13 years 7 months ago

In reply to by libcom.org

Submitted by jef costello on December 10, 2010

An officer detains a demonstrator on the edge of Parliament Square

bloody Guardian.

Police officers surround a protester on the edge of Parliament Square

Samotnaf

13 years 7 months ago

In reply to by libcom.org

Submitted by Samotnaf on December 10, 2010

There's a complete TV and radio blackout here in France about what's been happening in England over the last 4 weeks, including yesterday. Millbank was mentioned once, a month ago when it happened - but silence since. Is it the same in other countries?

Caiman del Barrio

13 years 7 months ago

In reply to by libcom.org

Submitted by Caiman del Barrio on December 10, 2010

WAG member just interviewed on Channel 4 News on The Violence Question.

Stranger Than …

13 years 7 months ago

In reply to by libcom.org

Submitted by Stranger Than … on December 10, 2010

WAG just on Channel 4 news.

Still don't understand why someone doesn't say that violence is a legitimate response to these attacks to our class.

rooieravotr

13 years 7 months ago

In reply to by libcom.org

Submitted by rooieravotr on December 10, 2010

My compliments and thanks to all this enlightening coverage!

As to Samotsaf's question on coverage in other copuntries: in the Netherlands the big action days got coverage, yesterday as well.
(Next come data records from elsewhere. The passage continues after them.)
impl PhraseArgs {
    fn limits(&self) -> baler::Result<PhraseLimits> {
        if self.max_length == 0 || self.max_length > 255 {
            return Err(Error::invalid(
                "--max-length",
                format!("{} is not between 1 and 255", self.max_length),
            ));
        }
        Ok(PhraseLimits {
            max_length: self.max_length,
            unaligned_edges: !self.no_unaligned_edges,
        })
    }
}

impl DiscountArg {
    fn discount(self) -> Discount {
        match self {
            DiscountArg::None => Discount::None,
            DiscountArg::GoodTuring => Discount::GoodTuring,
            DiscountArg::KneserNey => Discount::KneserNey,
        }
    }
}

fn shard_options(
    corpus: &CorpusArgs,
    phrases: &PhraseArgs,
    resources: &ResourceFlags,
) -> baler::Result<ShardOptions> {
    Ok(ShardOptions {
        limits: phrases.limits()?,
        corpus: corpus.options()?,
        memory: resources.resources.memory,
        threads: resources.resources.thread_count(),
        temp_dir: resources.resources.temp_dir.clone(),
        progress: !resources.quiet,
    })
}

fn corpus_summary(c: &CorpusStats) -> String {
    format!(
        "{} lines read, {} sentence pairs kept, {} skipped ({} empty, {} over the length limit)",
        c.lines,
        c.sentence_pairs,
        c.skipped_empty + c.skipped_long,
        c.skipped_empty,
        c.skipped_long
    )
}

fn memory_summary() -> String {
    peak_memory().map_or_else(
        || "peak memory unknown".into(),
        |b| format!("peak memory {:.1} MiB", b as f64 / (1 << 20) as f64),
    )
}
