/// Translates `lines` with `threads` workers (0: every core); results in input order.
pub fn translate_all(
    decoder: &Decoder<'_>,
    lines: &[String],
    threads: usize,
    greedy: bool,
) -> Result<Vec<Translation>> {
    let threads = if threads == 0 {
        std::thread::available_parallelism().map_or(1, |n| n.get())
    } else {
        threads
    };
    let next = AtomicUsize::new(0);
    let results: Mutex<Vec<Option<Result<Translation>>>> =
        Mutex::new((0..lines.len()).map(|_| None).collect());
    std::thread::scope(|scope| {
        for _ in 0..threads.min(lines.len()).max(1) {
            scope.spawn(|| loop {
                let i = next.fetch_add(1, Ordering::Relaxed);
                if i >= lines.len() {
                    break;
                }
                let t = if greedy {
                    decoder.greedy(&lines[i])
                } else {
                    decoder.translate(&lines[i])
                };
                results.lock().expect("no worker panics")[i] = Some(t);
            });
        }
    });
    results
        .into_inner()
        .expect("no worker panics")
        .into_iter()
        .map(|r| r.expect("every line decoded"))
        .collect()
}

fn span_mask(start: usize, end: usize) -> u128 {
    let len = end - start;
    let ones = if len == 128 {
        u128::MAX
    } else {
        (1u128 << len) - 1
    };
    ones << start
}

/// A readable account of a translation: segmentation and weighted features.
pub fn explanation(t: &Translation, weights: &Weights, line: usize) -> String {
    let mut s = format!("sentence {line}: model score {:.6}\n", t.score);
    for seg in &t.segments {
        let _ = writeln!(
            s,
            "  [{},{}) {}{}",
            seg.source.start,
            seg.source.end,
            seg.target,
            if seg.copied { "  (copied)" } else { "" }
        );
    }
    for (k, v) in &t.features {
        let w = weights.get(k);
        let _ = writeln!(
            s,
            "  feature {k} value {v:.6} weight {w} contribution {:.6}",
            v * w
        );
    }
    s
}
Most of the attention goes to the 'violence' - the protestors' violence, that is; the scandalous police operations barely get mentioned. Today, the attack on Charles' and Camilla's car got quite a lot of attention, in a news item pretending that basically the whole of Britain was deeply, DEEPLY shocked...
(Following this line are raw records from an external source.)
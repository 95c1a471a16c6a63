#!/usr/bin/env python3
"""An independent reader of packed `.bale` tables (format 2.0 and 2.1, both layouts), written
from format-spec/bale-format.md.

Python 3 standard library only. It parses a packed file section by section, verifies every
checksum (zlib.crc32 for the sections, the table, every source block and every target group,
every chunk of a direct table), decodes every record (the rANS decoder included; for a direct
table also every hash slot and prefix flag) and writes the table as interchange TSV, which
must equal `baler dump` byte for byte. Section numbers in comments refer to bale-format.md.

Usage:
    reference_reader.py TABLE [--sources FILE|- | --sources-from-tsv FILE] [-o OUT]
        [--extract-block N PATH]

`--sources` / `--sources-from-tsv` are optional cross-checks: the decoded source phrases must
equal the given list (or the distinct `source` values of the packed TSV, in byte order).

Exit status: 0 on success, 2 on any error (message on stderr naming the file and the reason).
"""

import argparse
import json
import struct
import sys
import zlib
from decimal import Decimal

MAGIC = b"BALER\r\n\x1a"
HEADER_LEN = 24
ENTRY_LEN = 32
MAX_SECTIONS = 64
KINDS = {
    1: "metadata",
    2: "codebooks",
    3: "vocabulary",
    4: "models",
    5: "target-index",
    6: "targets",
    7: "block-index",
    8: "block-keys",
    9: "blocks",
    10: "hash",
    11: "records",
    12: "text",
    13: "chunks",
    14: "block-skips",
    15: "group-skips",
}
REQUIRED = {
    "compact": {1, 2, 3, 5, 6, 7, 8, 9},
    "direct": {1, 2, 3, 10, 11, 12, 13},
}
CHUNKED = (6, 9, 10, 11, 12)  # checked block by block, group by group or chunk by chunk
CHUNK = 4096
M64 = (1 << 64) - 1
COUNT_COLUMNS = ["count", "count_source", "count_target", "cooc", "df_source", "df_target"]
FORMAT_NAME = "baler packed phrase table"

# Model ids (section 7.2)
KEY_LCP, KEY_LEN, KEY_BYTE, OPTION_COUNT, TARGET_REF = 0, 1, 2, 3, 4
WIDE_SCORE, LINK_COUNT, LINK_INDEX, COUNT, TARGET_LEN, TARGET_WORD, SCORE = 8, 9, 10, 11, 12, 13, 14
SCORE_CONTEXTS = 24
PROB_BITS = 12
RANS_L = 1 << 23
By the way: student protests in the Netherlands as well, today for instance: Dutch news article (with a photo series and a video link): http://www.nu.nl/binnenland/2399007/duizenden-studenten-protesteren-in-amsterdam.html. In Nijmegen, anarchist students 'took' the stage to do a speech (otherwise, there was a mayor and auniversity chancellor on the stage...): http://www.indymedia.nl/nl/2010/12/72172.shtml . There is gonna be more: a big rally on 21 january, in The Hague.

Incubus

13 years 7 months ago

In reply to by libcom.org

Submitted by Incubus on December 10, 2010

Good point.

Class War incorrigibles will enjoy this one-

http://www.youtube.com/watch?v=m4PjUoqhouU

Can't help but think that those Herris fences couldn't be better employed against plods feet- lower centre of gravity etc.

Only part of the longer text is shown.